* EXERCISE DIRECTIONS: The answer should consist of each line from the data below that includes "inside".

* EXTRACTED INFORMATION:
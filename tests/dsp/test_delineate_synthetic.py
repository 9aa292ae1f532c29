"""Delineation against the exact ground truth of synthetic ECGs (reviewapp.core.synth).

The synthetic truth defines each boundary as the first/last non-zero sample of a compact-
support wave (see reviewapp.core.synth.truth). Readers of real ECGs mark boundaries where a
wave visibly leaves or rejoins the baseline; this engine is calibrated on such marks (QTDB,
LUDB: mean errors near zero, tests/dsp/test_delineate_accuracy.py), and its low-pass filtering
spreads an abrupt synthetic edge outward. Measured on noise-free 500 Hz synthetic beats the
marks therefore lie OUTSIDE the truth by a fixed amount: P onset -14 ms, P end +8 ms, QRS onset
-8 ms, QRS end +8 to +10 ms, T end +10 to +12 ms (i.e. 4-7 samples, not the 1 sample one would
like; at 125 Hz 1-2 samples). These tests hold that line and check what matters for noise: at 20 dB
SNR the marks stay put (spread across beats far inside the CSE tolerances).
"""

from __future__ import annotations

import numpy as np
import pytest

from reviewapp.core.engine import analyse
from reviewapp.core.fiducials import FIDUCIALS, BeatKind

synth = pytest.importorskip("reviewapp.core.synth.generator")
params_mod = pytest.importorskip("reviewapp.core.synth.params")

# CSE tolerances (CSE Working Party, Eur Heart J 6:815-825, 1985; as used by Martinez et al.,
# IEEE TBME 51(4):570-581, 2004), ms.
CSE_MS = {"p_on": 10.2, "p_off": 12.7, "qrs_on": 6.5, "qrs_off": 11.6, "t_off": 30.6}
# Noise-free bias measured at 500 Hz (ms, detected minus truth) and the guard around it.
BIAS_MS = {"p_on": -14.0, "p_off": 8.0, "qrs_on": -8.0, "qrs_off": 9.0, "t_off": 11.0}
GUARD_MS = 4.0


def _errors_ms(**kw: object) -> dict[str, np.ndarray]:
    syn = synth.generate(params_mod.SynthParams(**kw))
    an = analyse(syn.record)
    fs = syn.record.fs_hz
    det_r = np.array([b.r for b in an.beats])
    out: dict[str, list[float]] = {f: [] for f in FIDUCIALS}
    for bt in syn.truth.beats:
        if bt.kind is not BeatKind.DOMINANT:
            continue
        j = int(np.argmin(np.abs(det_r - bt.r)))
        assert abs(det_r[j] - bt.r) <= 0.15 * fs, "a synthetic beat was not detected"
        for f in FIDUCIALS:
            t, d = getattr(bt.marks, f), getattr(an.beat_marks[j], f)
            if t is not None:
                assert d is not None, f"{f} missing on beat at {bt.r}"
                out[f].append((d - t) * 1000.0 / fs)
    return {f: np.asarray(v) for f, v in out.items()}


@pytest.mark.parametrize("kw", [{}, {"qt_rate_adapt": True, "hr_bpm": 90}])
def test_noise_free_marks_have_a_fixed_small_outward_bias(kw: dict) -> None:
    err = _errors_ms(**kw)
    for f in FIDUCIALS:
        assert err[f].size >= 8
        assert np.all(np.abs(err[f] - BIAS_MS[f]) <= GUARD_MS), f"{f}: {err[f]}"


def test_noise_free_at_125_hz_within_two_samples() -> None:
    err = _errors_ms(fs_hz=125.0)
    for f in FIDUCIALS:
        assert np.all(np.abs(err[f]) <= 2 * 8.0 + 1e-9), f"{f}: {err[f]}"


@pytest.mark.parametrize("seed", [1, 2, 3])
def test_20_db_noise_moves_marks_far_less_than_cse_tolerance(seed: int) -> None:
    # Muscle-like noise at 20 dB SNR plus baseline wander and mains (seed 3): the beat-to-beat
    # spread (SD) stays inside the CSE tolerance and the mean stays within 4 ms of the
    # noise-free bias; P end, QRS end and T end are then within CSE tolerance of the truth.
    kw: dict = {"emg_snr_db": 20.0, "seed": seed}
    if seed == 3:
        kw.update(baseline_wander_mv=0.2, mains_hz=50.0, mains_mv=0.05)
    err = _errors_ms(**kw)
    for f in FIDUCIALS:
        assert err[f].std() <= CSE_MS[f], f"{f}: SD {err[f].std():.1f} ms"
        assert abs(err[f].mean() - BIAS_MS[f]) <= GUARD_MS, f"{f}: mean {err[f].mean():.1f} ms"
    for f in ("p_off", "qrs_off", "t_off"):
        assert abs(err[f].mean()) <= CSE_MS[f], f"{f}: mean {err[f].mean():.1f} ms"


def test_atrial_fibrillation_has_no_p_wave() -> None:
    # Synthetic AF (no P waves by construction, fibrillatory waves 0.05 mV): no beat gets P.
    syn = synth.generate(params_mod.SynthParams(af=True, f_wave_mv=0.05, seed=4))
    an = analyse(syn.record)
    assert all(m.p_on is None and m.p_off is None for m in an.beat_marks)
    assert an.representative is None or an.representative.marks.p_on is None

* RESULT FOR THIS EXERCISE:
SNR the marks stay put (spread across beats far inside the CSE tolerances).
    # spread (SD) stays inside the CSE tolerance and the mean stays within 4 ms of the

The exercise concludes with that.